Does this work? Well, Figure 7 shows the result of the above manipulation of the interpolation coordinates, followed by the same cubic interpolation method used in Figure 6.
Figure 7: The undistorted version of Figure 5. Resampling was performed using the modified interpolation coordinates followed by cubic interpolation. Rendered at 400% size with nearest-neighbour upscaling. (click for 100% view).
Careful squinting reveals that the additional fading patches observed in Figure 6 have been reduced noticeably. This looks promising. Of course, one might argue that I have just added some more aliasing to the image. Which might be the case.
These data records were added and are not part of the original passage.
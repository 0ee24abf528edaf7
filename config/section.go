package config

import (
	"fmt"
	"math"

	"sagcrest/profile/station"
	"sagcrest/section"
)

// A typical section. Slopes are horizontal per vertical; zero would be a wall,
// whose volume depends on nothing but its place, and is refused.
type fileTypical struct {
	Name      string        `json:"name"`
	From      place         `json:"from" range:"[-10000000,10000000]" jsonschema_description:"absent: from the start of the road"`
	To        place         `json:"to" range:"[-10000000,10000000]" jsonschema_description:"absent: to its end"`
	Material  string        `json:"material" jsonschema_description:"what cut is made of where no stratum says otherwise"`
	Lanes     *fileLanes    `json:"lanes" jsonschema:"required"`
	Shoulders *fileShoulder `json:"shoulders" jsonschema_description:"absent: the hinge is the edge of the lane"`
	Ditch     *fileDitch    `json:"ditch" jsonschema_description:"stands in cut only; absent: none"`
	CutSlope  slope         `json:"cut_slope" jsonschema:"required" range:"(0,100]" jsonschema_description:"horizontal per vertical"`
	FillSlope slope         `json:"fill_slope" jsonschema:"required" range:"(0,100]" jsonschema_description:"horizontal per vertical"`
	Pavement  length        `json:"pavement" range:"[0,10]" jsonschema_description:"thickness of all layers together; or layers"`
	Layers    []fileLayer   `json:"layers" jsonschema_description:"from the top; or pavement"`
	Dressing  length        `json:"dressing" range:"[0,10]" jsonschema_description:"topsoil laid on everything outside the hinges; absent: none"`
}

// Both lanes are needed: a road without one side has a lane of its own there.
type fileLanes struct {
	Left  *fileBand `json:"left" jsonschema:"required"`
	Right *fileBand `json:"right" jsonschema:"required"`
}

// Shoulders may stand on one side only.
type fileShoulder struct {
	Left  *fileBand `json:"left"`
	Right *fileBand `json:"right"`
}

// A strip along the road. Crossfall beyond 0.5 is a percentage without its sign,
// not a road: the steepest published superelevation is 0.12.
type fileBand struct {
	Width     length `json:"width" jsonschema:"required" range:"[0,100]" jsonschema_description:"horizontal"`
	Crossfall ratio  `json:"crossfall" jsonschema:"required" range:"[-0.5,0.5]" jsonschema_description:"rise per metre to the right, on both sides"`
}

// A ditch, which stands in cut only.
type fileDitch struct {
	Depth     length `json:"depth" jsonschema:"required" range:"(0,100]" jsonschema_description:"from the finished hinge to the finished bottom"`
	ForeSlope slope  `json:"fore_slope" jsonschema:"required" range:"(0,100]" jsonschema_description:"horizontal per vertical"`
	Bottom    length `json:"bottom" range:"[0,100]" jsonschema_description:"width; absent: V-shaped"`
	BackSlope slope  `json:"back_slope" range:"(0,100]" jsonschema_description:"horizontal per vertical, up to the level of the hinge; absent: the cut slope starts at the bottom"`
}

// A course of the pavement. bound has no default: cover is measured to the
// underside of the bound ones.
type fileLayer struct {
	Name      string `json:"name" jsonschema:"required"`
	Thickness length `json:"thickness" jsonschema:"required" range:"(0,10]"`
	Bound     bool   `json:"bound" jsonschema:"required" jsonschema_description:"bound by bitumen or cement"`
}

// A row of the superelevation table; every key is needed, for an absent one might
// mean level or the section's own.
type fileCrossfalls struct {
	At            place `json:"at" jsonschema:"required" range:"[-10000000,10000000]"`
	LeftLane      ratio `json:"left_lane" jsonschema:"required" range:"[-0.5,0.5]" jsonschema_description:"rise per metre to the right, as all four"`
	RightLane     ratio `json:"right_lane" jsonschema:"required" range:"[-0.5,0.5]"`
	LeftShoulder  ratio `json:"left_shoulder" jsonschema:"required" range:"[-0.5,0.5]"`
	RightShoulder ratio `json:"right_shoulder" jsonschema:"required" range:"[-0.5,0.5]"`
}

// crossfalls copies the table. Whether it fits the road shows only against its
// length and sections.
func crossfalls(rows []fileCrossfalls) (out []section.Crossfalls) {
	for _, f := range rows {
		out = append(out, section.Crossfalls{At: station.Station(f.At.si), LeftLane: f.LeftLane.si, RightLane: f.RightLane.si,
			LeftShoulder: f.LeftShoulder.si, RightShoulder: f.RightShoulder.si})
	}
	return out
}

// A body of material below the stripped ground.
type fileStratum struct {
	Material string `json:"material" jsonschema:"required"`
	From     place  `json:"from" range:"[-10000000,10000000]"`
	To       place  `json:"to" range:"[-10000000,10000000]"`
	Top      length `json:"top" range:"[0,1000]" jsonschema_description:"vertical, below the stripped ground; absent: 0"`
}

// typicals reads the sections. Gaps and overlaps between them (Q11) show only
// against the length of the road.
func (r *reading) typicals(files []fileTypical) []section.Typical {
	if len(files) == 0 && r.has("typical_section") {
		r.complain("F05", "typical_section", "typical_section is empty", "a road has a section everywhere")
	}
	var all []section.Typical
	for i := range files {
		all = append(all, r.typical(&files[i], fmt.Sprintf("typical_section[%d]", i)))
	}
	return all
}

// typical reads one section.
func (r *reading) typical(f *fileTypical, key string) section.Typical {
	t := section.Typical{
		Name: f.Name, Over: r.interval(stretch{f.From, f.To, key}, false),
		CutSlope: f.CutSlope.si, FillSlope: f.FillSlope.si,
		Dressing: f.Dressing.or(0), Material: section.MaterialID(f.Material),
	}
	r.material(f.Material, key+".material")
	if l := f.Lanes; l != nil {
		t.Left.Lane, t.Right.Lane = band(l.Left), band(l.Right)
		r.someWidth(l.Left, key+".lanes.left.width")
		r.someWidth(l.Right, key+".lanes.right.width")
	}
	if s := f.Shoulders; s != nil {
		t.Left.Shoulder, t.Right.Shoulder = band(s.Left), band(s.Right)
	}
	if d := f.Ditch; d != nil {
		t.Ditch = &section.Ditch{Depth: d.Depth.si, ForeSlope: d.ForeSlope.si, Bottom: d.Bottom.or(0), BackSlope: d.BackSlope.or(0)}
	}
	r.pavement(f, &t, key)
	return t
}

// band returns a strip of no width for one that is left out.
func band(f *fileBand) section.Band {
	if f == nil {
		return section.Band{}
	}
	return section.Band{Width: f.Width.si, Crossfall: f.Crossfall.si}
}

// someWidth refuses a lane of no width; a shoulder may have none.
func (r *reading) someWidth(f *fileBand, key string) {
	if f != nil && f.Width.ok && f.Width.si == 0 {
		r.complain("F06", key, key+" is 0 m; it is more than 0 m", "a road has a lane on each side of its reference line")
	}
}

// pavement takes one thickness, whose underside counts both as that of all
// layers and of the bound ones, or the layers.
func (r *reading) pavement(f *fileTypical, t *section.Typical, key string) {
	one, many := r.has(key+".pavement"), r.has(key+".layers")
	switch {
	case one && many:
		r.complain("F08", key+".layers", key+" has both pavement and layers", "keep one")
	case one:
		t.Pavement, t.Bound = f.Pavement.si, f.Pavement.si
	case many:
		for _, l := range f.Layers {
			t.Layers = append(t.Layers, section.Layer{Name: l.Name, Thickness: l.Thickness.si, Bound: l.Bound})
			t.Pavement += l.Thickness.si
		}
		t.Bound = bound(t.Layers)
	default:
		r.complain("F05", key, key+" has neither pavement nor layers", `give pavement = "…", or layers`)
	}
}

// bound returns the depth of the underside of the lowest bound layer. A loose
// course between bound ones counts: cover is measured to one underside.
func bound(layers []section.Layer) (depth float64) {
	total := 0.0
	for _, l := range layers {
		total += l.Thickness
		if l.Bound {
			depth = total
		}
	}
	return depth
}

// sameTop is the difference in metres below which two tops are equal: far
// below anything that a borehole tells, far above rounding.
const sameTop = 1e-6

// strata compares each new stratum with the earlier ones: below its top the
// deepest top holds, which equal tops leave open.
func (r *reading) strata(files []fileStratum) []section.Stratum {
	var all []section.Stratum
	for i, f := range files {
		key := fmt.Sprintf("stratum[%d]", i)
		s := section.Stratum{
			Material: section.MaterialID(f.Material), Over: r.interval(stretch{f.From, f.To, key}, false), Top: f.Top.or(0),
		}
		r.material(f.Material, key+".material")
		for j, other := range all {
			if math.Abs(other.Top-s.Top) < sameTop && !other.Over.Intersect(s.Over).Empty() {
				r.complain("F08", key+".top", fmt.Sprintf("%s and stratum[%d] have the same top, %s m below the ground, on a common stretch", key, j, shortest(s.Top)),
					"the deeper top holds below it: equal ones contradict")
			}
		}
		all = append(all, s)
	}
	return all
}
Further testing will be necessary, especially on more natural looking scenes. I might be able to coax sufficient distortion from one of my lenses to perform some real-world experiments.

Further possibilities

Using the forced geometric error method proposed above, we can now extract at least some contrast at the frequencies near Nyquist. We also know what the fractional pixel shift was in both x and y, so we know what the worst-case loss-of-contrast would be. By combining these two bits of information we can sharpen the image adaptively, where the sharpening strength is adjusted according to the expected loss of contrast.

Stay tuned for part two, where I plan to investigate this further.

References

  1. Fitzgibbon, A.W.: Simultaneous linear estimation of multiple view geometry and lens distortion. In: Proc. IEEE International Conference on Computer Vision and Pattern Recognition, pp. 125–132 (2001).
  2. Thevenaz, P., Blu T. and Unser, M.: Interpolation revisited, IEEE Transactions on medical imaging, 19(7), pp. 39–758, 2000.